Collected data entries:
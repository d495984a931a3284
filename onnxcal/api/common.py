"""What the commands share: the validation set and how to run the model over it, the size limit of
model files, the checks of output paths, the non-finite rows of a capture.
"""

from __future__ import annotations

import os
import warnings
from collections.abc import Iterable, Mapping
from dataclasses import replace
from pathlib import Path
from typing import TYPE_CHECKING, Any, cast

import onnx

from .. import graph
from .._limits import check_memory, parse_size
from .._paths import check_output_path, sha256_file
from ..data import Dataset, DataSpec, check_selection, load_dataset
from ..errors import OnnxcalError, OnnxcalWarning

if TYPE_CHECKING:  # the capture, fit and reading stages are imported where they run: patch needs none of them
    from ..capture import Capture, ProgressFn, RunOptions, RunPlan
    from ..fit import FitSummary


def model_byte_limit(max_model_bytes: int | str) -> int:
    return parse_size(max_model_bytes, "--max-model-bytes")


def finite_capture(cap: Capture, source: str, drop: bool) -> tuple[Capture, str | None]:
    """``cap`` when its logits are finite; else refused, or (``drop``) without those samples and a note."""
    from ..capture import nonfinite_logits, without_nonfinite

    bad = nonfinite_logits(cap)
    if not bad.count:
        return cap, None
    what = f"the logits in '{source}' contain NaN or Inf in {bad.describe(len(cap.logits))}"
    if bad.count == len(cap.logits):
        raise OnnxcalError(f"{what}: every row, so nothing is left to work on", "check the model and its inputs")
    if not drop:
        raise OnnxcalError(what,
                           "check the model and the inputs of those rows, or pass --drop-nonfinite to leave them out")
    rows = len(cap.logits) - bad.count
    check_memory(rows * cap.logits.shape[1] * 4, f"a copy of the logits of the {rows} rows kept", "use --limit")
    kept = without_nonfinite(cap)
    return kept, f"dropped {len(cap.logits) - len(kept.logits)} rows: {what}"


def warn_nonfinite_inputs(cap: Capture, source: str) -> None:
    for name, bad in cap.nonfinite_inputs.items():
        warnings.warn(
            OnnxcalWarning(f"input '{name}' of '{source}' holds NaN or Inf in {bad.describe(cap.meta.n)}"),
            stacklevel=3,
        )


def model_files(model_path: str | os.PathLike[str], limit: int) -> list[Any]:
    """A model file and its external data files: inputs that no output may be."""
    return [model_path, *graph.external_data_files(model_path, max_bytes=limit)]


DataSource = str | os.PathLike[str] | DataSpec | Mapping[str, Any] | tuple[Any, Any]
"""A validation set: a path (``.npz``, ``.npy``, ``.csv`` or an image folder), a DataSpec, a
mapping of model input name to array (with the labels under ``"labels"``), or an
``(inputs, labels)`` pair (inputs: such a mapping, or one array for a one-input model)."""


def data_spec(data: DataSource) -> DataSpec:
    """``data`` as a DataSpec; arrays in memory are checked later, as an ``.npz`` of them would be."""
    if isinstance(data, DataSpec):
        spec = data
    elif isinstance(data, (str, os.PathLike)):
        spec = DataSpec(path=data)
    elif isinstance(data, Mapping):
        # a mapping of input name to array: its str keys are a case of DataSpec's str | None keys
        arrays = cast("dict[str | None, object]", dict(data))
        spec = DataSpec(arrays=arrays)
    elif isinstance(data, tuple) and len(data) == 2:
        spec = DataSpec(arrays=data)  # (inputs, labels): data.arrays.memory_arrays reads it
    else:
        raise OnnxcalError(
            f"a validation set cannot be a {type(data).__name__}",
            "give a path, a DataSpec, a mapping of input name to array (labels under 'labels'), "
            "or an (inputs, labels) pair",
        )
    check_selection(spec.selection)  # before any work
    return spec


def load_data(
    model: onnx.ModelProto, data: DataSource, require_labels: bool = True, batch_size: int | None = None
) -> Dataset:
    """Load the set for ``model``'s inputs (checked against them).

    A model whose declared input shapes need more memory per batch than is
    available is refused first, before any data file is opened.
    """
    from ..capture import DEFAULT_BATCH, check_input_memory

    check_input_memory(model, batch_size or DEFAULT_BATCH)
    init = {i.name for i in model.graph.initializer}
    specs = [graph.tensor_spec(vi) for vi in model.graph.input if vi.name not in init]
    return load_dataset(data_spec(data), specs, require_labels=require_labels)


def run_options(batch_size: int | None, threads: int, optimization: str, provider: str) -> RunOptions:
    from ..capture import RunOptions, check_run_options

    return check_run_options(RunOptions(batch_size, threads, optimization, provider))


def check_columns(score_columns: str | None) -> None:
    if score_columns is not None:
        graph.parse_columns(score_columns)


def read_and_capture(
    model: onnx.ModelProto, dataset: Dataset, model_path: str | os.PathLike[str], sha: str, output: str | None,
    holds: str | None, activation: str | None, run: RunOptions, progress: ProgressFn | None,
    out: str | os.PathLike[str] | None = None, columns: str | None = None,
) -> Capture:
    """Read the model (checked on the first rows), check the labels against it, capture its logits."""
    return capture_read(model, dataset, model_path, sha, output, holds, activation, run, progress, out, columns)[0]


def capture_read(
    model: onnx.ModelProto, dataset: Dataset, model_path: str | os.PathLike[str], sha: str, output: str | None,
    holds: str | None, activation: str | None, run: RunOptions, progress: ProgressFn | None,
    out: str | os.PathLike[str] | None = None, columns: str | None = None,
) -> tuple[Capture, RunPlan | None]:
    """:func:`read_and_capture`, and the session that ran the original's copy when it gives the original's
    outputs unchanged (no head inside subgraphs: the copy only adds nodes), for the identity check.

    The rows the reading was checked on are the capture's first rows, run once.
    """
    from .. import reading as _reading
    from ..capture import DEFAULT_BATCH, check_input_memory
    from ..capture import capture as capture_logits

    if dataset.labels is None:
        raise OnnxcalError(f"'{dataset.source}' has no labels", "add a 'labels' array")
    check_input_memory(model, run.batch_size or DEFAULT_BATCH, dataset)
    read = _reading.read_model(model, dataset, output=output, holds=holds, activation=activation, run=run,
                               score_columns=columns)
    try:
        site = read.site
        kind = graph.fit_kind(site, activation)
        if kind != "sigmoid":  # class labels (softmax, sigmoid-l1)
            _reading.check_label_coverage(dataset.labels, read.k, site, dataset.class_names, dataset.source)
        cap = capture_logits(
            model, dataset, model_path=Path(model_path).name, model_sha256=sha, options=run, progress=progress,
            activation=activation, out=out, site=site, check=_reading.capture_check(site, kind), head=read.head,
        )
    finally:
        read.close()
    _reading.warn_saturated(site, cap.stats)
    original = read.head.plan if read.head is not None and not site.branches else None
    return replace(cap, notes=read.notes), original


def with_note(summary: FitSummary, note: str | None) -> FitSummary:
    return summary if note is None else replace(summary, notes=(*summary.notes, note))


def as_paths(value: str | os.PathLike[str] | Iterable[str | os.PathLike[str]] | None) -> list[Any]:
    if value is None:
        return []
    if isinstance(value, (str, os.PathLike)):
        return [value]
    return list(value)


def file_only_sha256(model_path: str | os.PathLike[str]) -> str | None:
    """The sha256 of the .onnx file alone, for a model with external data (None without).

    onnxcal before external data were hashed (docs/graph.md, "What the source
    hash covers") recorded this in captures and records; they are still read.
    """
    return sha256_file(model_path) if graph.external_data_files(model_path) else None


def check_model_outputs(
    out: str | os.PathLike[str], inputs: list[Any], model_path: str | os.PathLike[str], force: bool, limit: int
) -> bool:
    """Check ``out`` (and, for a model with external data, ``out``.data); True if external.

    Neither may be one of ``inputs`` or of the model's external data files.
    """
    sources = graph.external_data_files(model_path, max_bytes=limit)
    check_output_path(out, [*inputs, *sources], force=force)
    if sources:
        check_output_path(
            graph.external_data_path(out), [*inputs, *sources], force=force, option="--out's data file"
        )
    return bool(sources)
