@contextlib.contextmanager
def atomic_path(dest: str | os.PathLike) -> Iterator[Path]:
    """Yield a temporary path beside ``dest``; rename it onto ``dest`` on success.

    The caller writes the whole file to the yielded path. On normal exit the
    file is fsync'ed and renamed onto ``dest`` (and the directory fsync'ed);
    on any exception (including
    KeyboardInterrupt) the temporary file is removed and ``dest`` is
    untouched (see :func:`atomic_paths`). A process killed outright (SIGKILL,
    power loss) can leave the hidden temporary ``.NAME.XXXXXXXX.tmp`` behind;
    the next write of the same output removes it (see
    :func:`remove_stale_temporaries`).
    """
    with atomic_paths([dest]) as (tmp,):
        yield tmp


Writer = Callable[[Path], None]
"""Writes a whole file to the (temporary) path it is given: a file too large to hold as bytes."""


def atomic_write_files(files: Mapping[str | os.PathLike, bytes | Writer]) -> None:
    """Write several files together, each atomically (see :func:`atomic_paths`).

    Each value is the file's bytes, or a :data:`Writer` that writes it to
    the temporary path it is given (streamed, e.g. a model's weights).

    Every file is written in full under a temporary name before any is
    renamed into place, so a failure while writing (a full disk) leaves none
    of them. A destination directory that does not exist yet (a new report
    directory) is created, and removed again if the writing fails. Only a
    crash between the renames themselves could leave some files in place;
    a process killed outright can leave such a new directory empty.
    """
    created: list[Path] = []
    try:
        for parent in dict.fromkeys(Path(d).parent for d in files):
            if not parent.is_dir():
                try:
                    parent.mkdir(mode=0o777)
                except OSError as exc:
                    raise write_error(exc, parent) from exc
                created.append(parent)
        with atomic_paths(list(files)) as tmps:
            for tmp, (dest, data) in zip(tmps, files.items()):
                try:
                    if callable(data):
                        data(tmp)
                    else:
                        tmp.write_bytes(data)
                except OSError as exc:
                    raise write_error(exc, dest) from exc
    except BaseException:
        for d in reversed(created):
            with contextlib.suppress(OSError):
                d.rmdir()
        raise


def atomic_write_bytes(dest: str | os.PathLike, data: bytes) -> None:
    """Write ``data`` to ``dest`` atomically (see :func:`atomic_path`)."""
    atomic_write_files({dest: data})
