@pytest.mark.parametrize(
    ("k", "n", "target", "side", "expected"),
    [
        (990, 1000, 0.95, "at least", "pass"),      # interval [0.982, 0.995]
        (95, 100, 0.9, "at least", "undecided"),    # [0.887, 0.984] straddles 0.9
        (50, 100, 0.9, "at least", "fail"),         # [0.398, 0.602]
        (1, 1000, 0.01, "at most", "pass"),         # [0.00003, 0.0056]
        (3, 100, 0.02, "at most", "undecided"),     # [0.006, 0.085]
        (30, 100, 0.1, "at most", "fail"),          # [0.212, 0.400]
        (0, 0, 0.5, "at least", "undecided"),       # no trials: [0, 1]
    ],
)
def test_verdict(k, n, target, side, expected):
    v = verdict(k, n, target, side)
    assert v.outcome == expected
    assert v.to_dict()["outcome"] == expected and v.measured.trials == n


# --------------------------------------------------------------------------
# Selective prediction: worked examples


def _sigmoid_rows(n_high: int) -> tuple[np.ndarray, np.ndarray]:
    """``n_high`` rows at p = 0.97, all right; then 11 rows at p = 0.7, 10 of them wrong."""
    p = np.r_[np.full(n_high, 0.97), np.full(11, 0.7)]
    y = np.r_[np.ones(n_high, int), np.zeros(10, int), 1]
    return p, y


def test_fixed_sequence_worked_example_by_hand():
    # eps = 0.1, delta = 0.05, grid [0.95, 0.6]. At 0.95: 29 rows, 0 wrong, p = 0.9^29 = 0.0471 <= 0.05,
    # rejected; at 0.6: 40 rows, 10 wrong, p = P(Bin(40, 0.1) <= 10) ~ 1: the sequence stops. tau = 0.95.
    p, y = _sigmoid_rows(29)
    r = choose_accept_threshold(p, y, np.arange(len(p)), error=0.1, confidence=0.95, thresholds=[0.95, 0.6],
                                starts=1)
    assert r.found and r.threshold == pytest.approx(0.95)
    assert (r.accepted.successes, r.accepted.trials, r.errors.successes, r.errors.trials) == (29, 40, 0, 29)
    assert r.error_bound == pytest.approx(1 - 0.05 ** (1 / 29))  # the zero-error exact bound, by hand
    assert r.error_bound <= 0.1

Task details: Find the string "RunPlan" in the records, then copy each line where it occurs.

Response to the task:
    from ..capture import Capture, ProgressFn, RunOptions, RunPlan
) -> tuple[Capture, RunPlan | None]:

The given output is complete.